Falase in an interview with the News Agency of Nigeria (NAN) in Lagos said that to help everyone to continue to stay active, the warning had become imperative.

He noted that sports like squash, basketball and other indoor games were considered as high risk sports.

Squash is a racket and ball sport played by two (singles) or four players (doubles squash) in a four-walled court with a small, hollow rubber ball.

The players alternate in striking the ball with their racquets onto the playable surfaces of the four walls of the court.

He explained that players always sweat on the squash court because it was physically challenging, fast and with the enclosed environment within which the game took place, players would inevitably sweat heavily over the course of a match.

Falase explained that due to regular close physical contact between players on the court, the infection could spread readily if any of the players was infected.

He said mostly in squash where two or four athletes were in close contact, if any of them was infected and coughed, the droplet had high chances to be inhaled by other athletes, facilitating viral transmission.

“To emphasise that strenuous exercise induces a much more frequent spitting of secretions and this can further contribute to the COVID-19 spread, particularly if the distancing recommendations are not strictly followed,’’ he explained.

Falase, however, urged caution amid concerns of fresh clusters of cases, saying that precautionary measures must be adhered to strictly to avoid the spread of the virus.

He also noted that easing the restrictions by government did not indicate that the virus no longer existed.

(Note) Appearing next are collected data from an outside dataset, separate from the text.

package chem

import (
	"cmp"
	"slices"
	"strings"
)

// wideHazard reads the classification of a row of the wide table.
func wideHazard(r row) HazardRecord {
	basis := r.text("classification_basis")
	h := HazardRecord{
		EUH: r.list("euh_codes"), Pictograms: r.list("pictograms"), Signal: r.text("signal_word"), Basis: basis,
		SCL: r.text("scl"), MFactor: r.text("m_factor"), Index: r.text("annex_vi_index"),
		Notes: r.text("annex_vi_notes"), SupplierAdditions: r.text("supplier_additions"),
	}
	h.Classes = r.list("classification")
	h.HCodes = statementsOf(h.Classes)
	h.Assessed = len(h.Classes) > 0
	h.Unverified = !strings.HasPrefix(basis, "harmonised")
	if twa := r.text("oel_twa"); twa != "" {
		h.Limits = twa + " " + r.text("oel_twa_unit") + " 8 h (" + r.text("oel_jurisdiction") + ")"
	}
	h.MAcute, h.MChronic = factorsOf(h.MFactor)
	return h
}

// statementsOf returns the statement codes that end the classes, each once.
func statementsOf(classes []string) []string {
	var codes []string
	for _, class := range classes {
		i := strings.LastIndex(class, " H")
		if i < 0 {
			continue
		}
		code, _, _ := strings.Cut(class[i+1:], " ")
		if !slices.Contains(codes, code) {
			codes = append(codes, code)
		}
	}
	return codes
}

// factorsOf reads "M=10; M=1" as the acute and the chronic factor. A single factor
// counts for both, as Annex VI means it.
func factorsOf(text string) (acute, chronic float64) {
	for item := range strings.SplitSeq(text, ";") {
		n := readNumber(strings.TrimPrefix(strings.TrimSpace(item), "M="))
		switch {
		case n.err != nil:
		case acute == 0:
			acute, chronic = n.value, n.value
		default:
			chronic = n.value
		}
	}
	return acute, chronic
}

// factorsText writes the M factors of the finer table as the wide one does.
func factorsText(r row) string {
	acute, chronic := r.text("m_acute"), r.text("m_chronic")
	switch {
	case acute == "":
		return ""
	case chronic == "":
		return "M=" + acute
	}
	return "M=" + acute + "; M=" + chronic
}

// refineHazard lays a row of the finer table of hazards over a substance.
func refineHazard(s *Substance, r row) {
	if s == nil {
		return
	}
	s.addSynonyms(r.text("name"))
	s.addSynonyms(r.list("other_names")...)
	wide := s.Hazard
	status := r.text("classification_status")
	found := fieldSources(r.text("source"))
	h := HazardRecord{
		EUH: r.list("euh"), Pictograms: r.list("pictograms"), Signal: r.text("signal_word"), Basis: status,
		SCL: r.text("scl"), Index: cmp.Or(r.text("annex_vi_index"), wide.Index), MFactor: factorsText(r),
		Notes:             hazardNotes(r),
		SupplierAdditions: r.text("supplier_additions"), Acute: acuteEstimates(r),
	}
	h.Classes = r.list("classification")
	h.HCodes = statementsOf(h.Classes)
	h.Assessed = len(h.Classes) > 0 || status == "not classified"
	h.Unverified = !strings.HasPrefix(status, "harmonised")
	h.Limits = cmp.Or(limitsOf(r), wide.Limits)
	h.MAcute, h.MChronic = factorsOf(h.MFactor)
	s.Hazard = h
	s.Sources["classification"] = found["classification"]
	s.refineTransport(r, found)
	overlay(&s.Flash, blankOr(s.Flash, r.celsius("flash_point_C")), func() { s.Sources["flash"] = "substance_hazards: from memory" })
	if class := peroxideClass(r.text("peroxide_former_class")); class != "" {
		s.PeroxideClass = class
		s.Sources["peroxide_class"] = "substance_hazards"
	}
}

// blankOr returns the second value only where the first is missing.
func blankOr[T any](have, other *T) *T {
	if have != nil {
		return nil
	}
	return other
}

// peroxideClass keeps the class letters; other words, such as "low tendency", are
// no class.
func peroxideClass(text string) string {
	switch text {
	case "A", "B", "C":
		return text
	}
	return ""
}

// refineTransport takes the UN entry of the finer table where it has one.
func (s *Substance) refineTransport(r row, found map[string]string) {
	if r.text("un_number") == "" {
		return
	}
	s.UNNumber, s.UNClass, s.PackingGroup = r.text("un_number"), r.text("un_class"), r.text("packing_group")
	s.UNSubsidiary = r.text("un_subsidiary")
	s.Sources["un"] = cmp.Or(found["UN"], "substance_hazards")
}

func hazardNotes(r row) string {
	var notes string
	for _, piece := range []struct{ prefix, text string }{
		{"Annex VI notes ", r.text("annexvi_notes")},
		{"minimum or route not excluded: ", r.text("annexvi_asterisks")},
		{"later law: ", r.text("later_changes")},
		{"doubt: ", r.text("doubt")},
	} {
		if piece.text != "" {
			notes = joinNotes(notes, piece.prefix+piece.text)
		}
	}
	return notes
}

func acuteEstimates(r row) AcuteEstimates {
	a := AcuteEstimates{InhalationUnit: r.text("ate_inh_unit"), InhalationForm: r.text("ate_inh_form"), Basis: r.text("ate_basis")}
	a.Oral, _ = r.number("ate_oral_mg_per_kg")
	a.Dermal, _ = r.number("ate_dermal_mg_per_kg")
	a.Inhalation, _ = r.number("ate_inh_value")
	return a
}

// limitsOf writes the exposure limits of a row with their jurisdiction.
func limitsOf(r row) string {
	var limits []string
	add := func(ppm, mass, what string) {
		var values []string
		if r.text(ppm) != "" {
			values = append(values, r.text(ppm)+" ppm")
		}
		if r.text(mass) != "" {
			values = append(values, r.text(mass)+" mg/m3")
		}
		if len(values) > 0 {
			limits = append(limits, strings.Join(values, ", ")+" "+what)
		}
	}
	add("eu_oel_twa_ppm", "eu_oel_twa_mg_m3", "8 h (EU)")
	add("eu_oel_stel_ppm", "eu_oel_stel_mg_m3", "15 min (EU)")
	add("osha_pel_twa_ppm", "osha_pel_twa_mg_m3", "8 h (US OSHA)")
	if other := r.text("osha_pel_other"); other != "" {
		limits = append(limits, other+" (US OSHA)")
	}
	if other := r.text("other_oel"); other != "" {
		limits = append(limits, other)
	}
	return strings.Join(limits, "; ")
}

He said because the sports was regarded as higher risk of spreading the virus either within the players or to the general public, emphasis should be on the need for players to focus on maintaining their fitness and practice at home.

Falase urged the players to adhere to safety measures including use of face masks, social distancing and washing of hands.

“The main factors taken into account were the amount of contact between players, the distance between them and the protective measures likely to be put in place to mitigate risks both for training and competitive play.

“Squash is played in a confined space, where close contact is unavoidable; which means players cannot be 2 metres (6ft) apart very often during a game.

“We are looking into possible protective measures for players on court to mitigate the risk of inhaling contaminated droplets and avoiding face touching, which would lower the risk of transmission of the virus,’’ he said.

Falase gave an assurance that the sport would definitely resume but it would take a while because COVID-19 had not gone away.